--- The data ---

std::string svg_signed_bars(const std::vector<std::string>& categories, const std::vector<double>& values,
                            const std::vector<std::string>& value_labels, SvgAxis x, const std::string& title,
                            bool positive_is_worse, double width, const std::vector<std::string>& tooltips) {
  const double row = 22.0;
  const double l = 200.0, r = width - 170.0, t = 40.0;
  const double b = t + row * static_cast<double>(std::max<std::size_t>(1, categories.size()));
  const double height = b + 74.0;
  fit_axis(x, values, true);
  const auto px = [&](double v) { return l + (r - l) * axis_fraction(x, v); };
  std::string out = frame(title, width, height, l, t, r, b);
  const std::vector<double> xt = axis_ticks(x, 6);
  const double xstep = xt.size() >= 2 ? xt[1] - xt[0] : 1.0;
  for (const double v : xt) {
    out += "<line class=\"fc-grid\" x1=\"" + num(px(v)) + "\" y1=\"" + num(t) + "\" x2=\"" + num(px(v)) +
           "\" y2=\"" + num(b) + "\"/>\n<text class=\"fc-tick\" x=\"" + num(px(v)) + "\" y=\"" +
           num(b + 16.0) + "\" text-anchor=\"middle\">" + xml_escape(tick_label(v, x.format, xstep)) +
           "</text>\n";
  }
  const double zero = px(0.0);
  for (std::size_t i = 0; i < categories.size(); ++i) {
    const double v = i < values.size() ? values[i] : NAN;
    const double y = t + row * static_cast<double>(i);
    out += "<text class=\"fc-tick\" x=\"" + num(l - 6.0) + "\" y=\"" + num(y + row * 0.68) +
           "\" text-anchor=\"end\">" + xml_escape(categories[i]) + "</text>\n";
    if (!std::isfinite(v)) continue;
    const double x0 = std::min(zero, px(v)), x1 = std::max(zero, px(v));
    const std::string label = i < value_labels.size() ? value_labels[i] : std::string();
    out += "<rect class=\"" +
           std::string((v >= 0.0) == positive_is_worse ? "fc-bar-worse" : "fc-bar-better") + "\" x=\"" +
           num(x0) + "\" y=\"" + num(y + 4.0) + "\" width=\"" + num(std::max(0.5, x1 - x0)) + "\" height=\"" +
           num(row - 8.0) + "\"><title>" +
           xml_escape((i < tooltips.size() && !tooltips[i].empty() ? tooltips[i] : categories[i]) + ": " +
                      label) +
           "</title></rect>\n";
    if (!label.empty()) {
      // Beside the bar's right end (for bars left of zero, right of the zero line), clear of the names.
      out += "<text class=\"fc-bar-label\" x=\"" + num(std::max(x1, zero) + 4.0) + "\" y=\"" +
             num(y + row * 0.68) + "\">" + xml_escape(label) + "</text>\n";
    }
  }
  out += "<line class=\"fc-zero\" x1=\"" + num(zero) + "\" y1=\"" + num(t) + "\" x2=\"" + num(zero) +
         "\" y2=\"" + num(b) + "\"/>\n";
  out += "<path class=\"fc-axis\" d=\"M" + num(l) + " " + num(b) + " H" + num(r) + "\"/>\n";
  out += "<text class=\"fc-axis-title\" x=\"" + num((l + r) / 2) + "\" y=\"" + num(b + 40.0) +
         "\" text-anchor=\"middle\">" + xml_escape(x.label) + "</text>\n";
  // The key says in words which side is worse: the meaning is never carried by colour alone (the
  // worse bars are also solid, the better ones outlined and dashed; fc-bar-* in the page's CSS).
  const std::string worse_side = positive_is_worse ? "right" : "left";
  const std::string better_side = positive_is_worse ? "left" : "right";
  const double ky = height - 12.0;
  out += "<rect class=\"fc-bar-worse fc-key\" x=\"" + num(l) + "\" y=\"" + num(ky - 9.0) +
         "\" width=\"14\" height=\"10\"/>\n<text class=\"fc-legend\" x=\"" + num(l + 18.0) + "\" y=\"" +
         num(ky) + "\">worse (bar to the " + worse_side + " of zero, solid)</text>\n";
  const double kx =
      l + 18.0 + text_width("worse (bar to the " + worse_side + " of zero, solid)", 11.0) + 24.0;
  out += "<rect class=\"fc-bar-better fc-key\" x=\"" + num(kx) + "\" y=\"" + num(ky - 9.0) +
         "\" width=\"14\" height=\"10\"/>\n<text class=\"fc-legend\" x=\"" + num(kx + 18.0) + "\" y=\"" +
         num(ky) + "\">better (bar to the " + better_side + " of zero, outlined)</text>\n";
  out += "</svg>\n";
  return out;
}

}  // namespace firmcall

---
--- The data ---

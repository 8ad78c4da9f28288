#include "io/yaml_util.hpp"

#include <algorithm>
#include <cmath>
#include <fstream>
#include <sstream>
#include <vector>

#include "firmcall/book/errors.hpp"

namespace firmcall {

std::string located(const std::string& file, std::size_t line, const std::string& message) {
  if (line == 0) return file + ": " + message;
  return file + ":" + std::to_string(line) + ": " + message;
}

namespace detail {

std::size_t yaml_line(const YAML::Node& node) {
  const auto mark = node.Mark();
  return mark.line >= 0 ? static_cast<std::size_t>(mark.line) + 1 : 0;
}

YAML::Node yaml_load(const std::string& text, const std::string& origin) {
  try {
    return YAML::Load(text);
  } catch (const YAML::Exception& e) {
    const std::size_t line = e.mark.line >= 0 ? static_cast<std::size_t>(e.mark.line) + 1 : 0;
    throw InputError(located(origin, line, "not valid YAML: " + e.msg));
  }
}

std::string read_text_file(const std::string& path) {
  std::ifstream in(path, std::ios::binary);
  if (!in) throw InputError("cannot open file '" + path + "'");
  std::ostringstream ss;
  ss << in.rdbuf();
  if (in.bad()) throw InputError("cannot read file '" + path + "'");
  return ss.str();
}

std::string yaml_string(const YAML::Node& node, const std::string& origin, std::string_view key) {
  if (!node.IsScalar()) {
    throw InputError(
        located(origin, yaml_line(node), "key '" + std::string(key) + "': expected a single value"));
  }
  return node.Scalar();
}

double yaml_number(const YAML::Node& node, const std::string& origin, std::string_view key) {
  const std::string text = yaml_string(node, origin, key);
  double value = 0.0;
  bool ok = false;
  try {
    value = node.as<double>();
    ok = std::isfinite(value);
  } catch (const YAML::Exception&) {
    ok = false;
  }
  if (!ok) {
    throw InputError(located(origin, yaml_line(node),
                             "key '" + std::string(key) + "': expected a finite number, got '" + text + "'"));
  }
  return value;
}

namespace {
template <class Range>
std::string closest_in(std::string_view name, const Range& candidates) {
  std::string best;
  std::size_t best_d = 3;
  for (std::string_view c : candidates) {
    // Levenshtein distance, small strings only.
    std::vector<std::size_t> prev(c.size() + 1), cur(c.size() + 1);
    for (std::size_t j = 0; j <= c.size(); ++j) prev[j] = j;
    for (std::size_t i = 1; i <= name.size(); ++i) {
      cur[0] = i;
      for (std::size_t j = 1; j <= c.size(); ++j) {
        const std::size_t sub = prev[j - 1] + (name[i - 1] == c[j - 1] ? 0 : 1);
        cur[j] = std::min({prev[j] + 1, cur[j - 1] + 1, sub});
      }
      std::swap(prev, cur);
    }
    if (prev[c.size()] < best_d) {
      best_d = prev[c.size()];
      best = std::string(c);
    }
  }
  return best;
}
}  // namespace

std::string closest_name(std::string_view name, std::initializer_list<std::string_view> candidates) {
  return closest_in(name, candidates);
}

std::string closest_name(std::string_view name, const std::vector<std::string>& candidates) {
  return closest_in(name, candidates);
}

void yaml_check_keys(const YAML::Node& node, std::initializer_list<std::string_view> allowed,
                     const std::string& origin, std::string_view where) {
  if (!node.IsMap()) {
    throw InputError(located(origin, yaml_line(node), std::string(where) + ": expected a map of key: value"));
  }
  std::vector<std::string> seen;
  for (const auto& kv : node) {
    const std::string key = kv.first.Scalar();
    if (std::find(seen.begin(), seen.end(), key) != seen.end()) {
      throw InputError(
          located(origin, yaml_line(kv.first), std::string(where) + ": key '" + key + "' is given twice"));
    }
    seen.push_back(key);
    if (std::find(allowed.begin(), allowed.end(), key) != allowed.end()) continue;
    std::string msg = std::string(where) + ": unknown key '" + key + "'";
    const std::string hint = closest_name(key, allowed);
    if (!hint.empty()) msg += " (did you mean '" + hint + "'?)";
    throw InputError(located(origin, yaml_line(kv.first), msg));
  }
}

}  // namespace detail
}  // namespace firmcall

---

All lines in the data above from the one with "if (std::find(seen.begin(), seen.end(), key)" through the one with "const std::string hint" must be repeated exactly, and no others.

# Output of the exercise
    if (std::find(seen.begin(), seen.end(), key) != seen.end()) {
      throw InputError(
          located(origin, yaml_line(kv.first), std::string(where) + ": key '" + key + "' is given twice"));
    }
    seen.push_back(key);
    if (std::find(allowed.begin(), allowed.end(), key) != allowed.end()) continue;
    std::string msg = std::string(where) + ": unknown key '" + key + "'";
    const std::string hint = closest_name(key, allowed);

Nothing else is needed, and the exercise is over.